> [DIRECTIONS]
Say how many lines of the listing below include "procedures". Write only that number.

> [SOURCE MATERIAL]
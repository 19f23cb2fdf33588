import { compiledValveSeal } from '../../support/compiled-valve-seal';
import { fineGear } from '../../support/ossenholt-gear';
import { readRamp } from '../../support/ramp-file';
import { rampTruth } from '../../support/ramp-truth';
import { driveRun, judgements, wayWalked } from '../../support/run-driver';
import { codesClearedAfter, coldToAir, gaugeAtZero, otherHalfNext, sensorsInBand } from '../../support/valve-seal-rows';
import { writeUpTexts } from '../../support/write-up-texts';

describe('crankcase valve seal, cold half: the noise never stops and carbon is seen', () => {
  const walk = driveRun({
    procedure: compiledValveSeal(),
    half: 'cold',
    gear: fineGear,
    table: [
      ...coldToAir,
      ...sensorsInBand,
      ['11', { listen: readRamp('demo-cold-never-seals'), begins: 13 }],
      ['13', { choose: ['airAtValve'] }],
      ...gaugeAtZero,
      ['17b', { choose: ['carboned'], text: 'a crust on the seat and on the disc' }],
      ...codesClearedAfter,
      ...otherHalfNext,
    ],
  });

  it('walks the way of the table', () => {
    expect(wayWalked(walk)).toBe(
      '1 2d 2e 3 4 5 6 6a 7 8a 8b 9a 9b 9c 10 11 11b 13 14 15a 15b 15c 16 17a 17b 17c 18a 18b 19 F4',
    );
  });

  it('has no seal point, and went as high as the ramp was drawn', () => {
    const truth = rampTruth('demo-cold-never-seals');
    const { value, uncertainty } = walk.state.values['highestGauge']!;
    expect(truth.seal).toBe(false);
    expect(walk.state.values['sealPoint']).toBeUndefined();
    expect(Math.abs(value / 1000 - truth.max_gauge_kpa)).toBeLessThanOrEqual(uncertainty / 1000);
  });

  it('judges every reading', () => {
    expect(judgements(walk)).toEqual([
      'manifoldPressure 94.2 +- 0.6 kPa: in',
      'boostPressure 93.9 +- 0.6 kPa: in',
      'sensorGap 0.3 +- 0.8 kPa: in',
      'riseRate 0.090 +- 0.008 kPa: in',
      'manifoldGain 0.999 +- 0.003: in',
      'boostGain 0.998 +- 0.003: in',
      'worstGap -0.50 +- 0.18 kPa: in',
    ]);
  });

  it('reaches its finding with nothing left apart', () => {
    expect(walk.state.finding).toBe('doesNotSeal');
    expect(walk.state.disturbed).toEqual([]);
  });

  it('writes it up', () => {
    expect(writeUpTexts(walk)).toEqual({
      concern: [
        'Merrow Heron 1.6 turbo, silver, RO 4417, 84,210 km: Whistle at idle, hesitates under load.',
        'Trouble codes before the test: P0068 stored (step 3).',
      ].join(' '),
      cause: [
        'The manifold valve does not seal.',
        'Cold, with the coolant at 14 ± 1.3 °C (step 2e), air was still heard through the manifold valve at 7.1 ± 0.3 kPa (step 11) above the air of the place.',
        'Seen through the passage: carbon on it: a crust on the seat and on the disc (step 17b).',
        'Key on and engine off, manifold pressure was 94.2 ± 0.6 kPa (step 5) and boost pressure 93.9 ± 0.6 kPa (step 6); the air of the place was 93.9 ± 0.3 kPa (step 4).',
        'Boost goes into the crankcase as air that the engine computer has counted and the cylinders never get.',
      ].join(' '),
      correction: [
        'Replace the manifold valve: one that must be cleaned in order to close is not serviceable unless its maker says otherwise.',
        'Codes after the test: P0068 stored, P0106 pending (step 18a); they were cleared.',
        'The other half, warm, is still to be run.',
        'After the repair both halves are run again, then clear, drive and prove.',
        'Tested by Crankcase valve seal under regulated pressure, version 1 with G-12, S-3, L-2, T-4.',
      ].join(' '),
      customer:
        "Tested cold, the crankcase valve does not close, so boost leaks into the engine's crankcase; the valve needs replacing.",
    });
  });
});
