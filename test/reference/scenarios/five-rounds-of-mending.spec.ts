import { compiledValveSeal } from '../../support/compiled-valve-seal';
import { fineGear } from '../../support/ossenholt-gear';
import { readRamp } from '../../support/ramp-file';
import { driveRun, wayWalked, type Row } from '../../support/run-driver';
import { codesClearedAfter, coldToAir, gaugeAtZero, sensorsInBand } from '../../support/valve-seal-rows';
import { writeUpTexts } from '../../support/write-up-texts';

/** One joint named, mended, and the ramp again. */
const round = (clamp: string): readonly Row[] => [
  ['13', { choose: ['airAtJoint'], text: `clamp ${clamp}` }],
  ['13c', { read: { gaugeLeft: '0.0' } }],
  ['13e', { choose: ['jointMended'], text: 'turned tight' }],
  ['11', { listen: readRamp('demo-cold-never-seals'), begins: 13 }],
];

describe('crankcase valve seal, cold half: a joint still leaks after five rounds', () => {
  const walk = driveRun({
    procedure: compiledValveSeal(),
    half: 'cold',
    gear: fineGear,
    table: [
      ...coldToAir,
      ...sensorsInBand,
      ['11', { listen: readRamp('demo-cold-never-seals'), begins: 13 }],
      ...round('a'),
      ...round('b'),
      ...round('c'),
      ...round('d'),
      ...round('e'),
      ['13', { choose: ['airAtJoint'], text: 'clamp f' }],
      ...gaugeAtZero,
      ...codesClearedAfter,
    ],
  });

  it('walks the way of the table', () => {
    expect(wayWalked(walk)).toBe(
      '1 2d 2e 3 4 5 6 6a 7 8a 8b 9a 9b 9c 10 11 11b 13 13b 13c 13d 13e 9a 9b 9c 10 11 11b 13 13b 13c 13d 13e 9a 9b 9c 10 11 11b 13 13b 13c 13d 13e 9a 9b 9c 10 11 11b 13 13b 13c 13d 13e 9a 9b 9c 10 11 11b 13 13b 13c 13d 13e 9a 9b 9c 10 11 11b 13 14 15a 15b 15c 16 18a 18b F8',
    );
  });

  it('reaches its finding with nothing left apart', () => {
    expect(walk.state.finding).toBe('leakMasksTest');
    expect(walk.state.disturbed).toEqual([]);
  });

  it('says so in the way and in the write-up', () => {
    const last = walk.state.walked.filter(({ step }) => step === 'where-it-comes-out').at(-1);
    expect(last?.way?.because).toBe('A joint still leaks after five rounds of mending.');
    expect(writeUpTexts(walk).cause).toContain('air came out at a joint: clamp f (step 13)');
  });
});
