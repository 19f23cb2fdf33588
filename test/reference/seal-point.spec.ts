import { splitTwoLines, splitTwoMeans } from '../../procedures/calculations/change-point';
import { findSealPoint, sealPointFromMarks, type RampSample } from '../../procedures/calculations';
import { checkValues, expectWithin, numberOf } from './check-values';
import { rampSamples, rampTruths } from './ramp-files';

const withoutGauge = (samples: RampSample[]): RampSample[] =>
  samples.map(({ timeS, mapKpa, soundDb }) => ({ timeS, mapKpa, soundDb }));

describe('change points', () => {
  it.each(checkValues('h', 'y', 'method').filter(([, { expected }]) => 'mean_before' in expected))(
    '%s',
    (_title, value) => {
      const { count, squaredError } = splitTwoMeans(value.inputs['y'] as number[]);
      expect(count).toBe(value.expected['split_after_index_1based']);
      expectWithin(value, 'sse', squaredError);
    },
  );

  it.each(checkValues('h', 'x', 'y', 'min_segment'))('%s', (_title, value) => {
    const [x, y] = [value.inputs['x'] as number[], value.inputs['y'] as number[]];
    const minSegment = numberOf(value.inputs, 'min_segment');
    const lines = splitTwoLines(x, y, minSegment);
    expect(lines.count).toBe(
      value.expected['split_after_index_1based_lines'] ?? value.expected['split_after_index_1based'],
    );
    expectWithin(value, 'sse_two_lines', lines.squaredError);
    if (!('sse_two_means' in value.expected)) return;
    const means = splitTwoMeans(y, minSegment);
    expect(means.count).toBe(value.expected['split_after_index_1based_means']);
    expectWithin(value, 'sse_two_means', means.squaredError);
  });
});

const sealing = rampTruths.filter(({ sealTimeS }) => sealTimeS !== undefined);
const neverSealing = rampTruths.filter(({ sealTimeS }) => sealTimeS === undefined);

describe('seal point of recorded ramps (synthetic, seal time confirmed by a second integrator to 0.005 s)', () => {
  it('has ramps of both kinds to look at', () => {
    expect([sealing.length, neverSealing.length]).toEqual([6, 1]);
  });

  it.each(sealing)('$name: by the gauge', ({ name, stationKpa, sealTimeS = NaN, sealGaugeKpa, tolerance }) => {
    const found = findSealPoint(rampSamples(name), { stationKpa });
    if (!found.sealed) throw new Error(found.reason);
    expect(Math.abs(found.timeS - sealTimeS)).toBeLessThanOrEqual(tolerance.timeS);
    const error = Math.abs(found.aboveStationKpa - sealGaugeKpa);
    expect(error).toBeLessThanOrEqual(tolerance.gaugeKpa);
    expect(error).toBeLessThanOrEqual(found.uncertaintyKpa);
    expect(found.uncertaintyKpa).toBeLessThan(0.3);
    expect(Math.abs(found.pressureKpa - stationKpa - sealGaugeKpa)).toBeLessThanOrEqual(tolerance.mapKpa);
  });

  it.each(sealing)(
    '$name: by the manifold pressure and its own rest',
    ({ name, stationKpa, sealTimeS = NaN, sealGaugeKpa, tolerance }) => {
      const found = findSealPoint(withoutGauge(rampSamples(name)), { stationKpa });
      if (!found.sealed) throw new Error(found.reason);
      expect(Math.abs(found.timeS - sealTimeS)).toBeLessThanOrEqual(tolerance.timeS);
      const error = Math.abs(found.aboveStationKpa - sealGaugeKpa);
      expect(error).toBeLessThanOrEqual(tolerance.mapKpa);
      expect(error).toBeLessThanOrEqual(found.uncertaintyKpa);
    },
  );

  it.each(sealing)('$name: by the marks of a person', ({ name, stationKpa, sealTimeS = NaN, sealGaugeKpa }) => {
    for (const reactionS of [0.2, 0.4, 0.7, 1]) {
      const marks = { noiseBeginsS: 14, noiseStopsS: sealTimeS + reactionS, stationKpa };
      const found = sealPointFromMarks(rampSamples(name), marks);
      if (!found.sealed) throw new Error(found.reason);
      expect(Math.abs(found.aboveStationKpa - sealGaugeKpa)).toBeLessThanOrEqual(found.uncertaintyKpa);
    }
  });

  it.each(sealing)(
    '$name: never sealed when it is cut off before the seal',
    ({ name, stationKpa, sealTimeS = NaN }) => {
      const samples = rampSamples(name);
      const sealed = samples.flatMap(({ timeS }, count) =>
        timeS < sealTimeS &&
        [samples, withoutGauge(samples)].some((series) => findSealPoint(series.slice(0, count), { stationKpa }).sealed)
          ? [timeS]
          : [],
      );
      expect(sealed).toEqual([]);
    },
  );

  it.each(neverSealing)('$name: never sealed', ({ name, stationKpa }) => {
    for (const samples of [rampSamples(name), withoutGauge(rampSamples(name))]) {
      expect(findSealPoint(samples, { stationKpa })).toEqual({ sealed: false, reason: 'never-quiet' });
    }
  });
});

> [REPLY]
2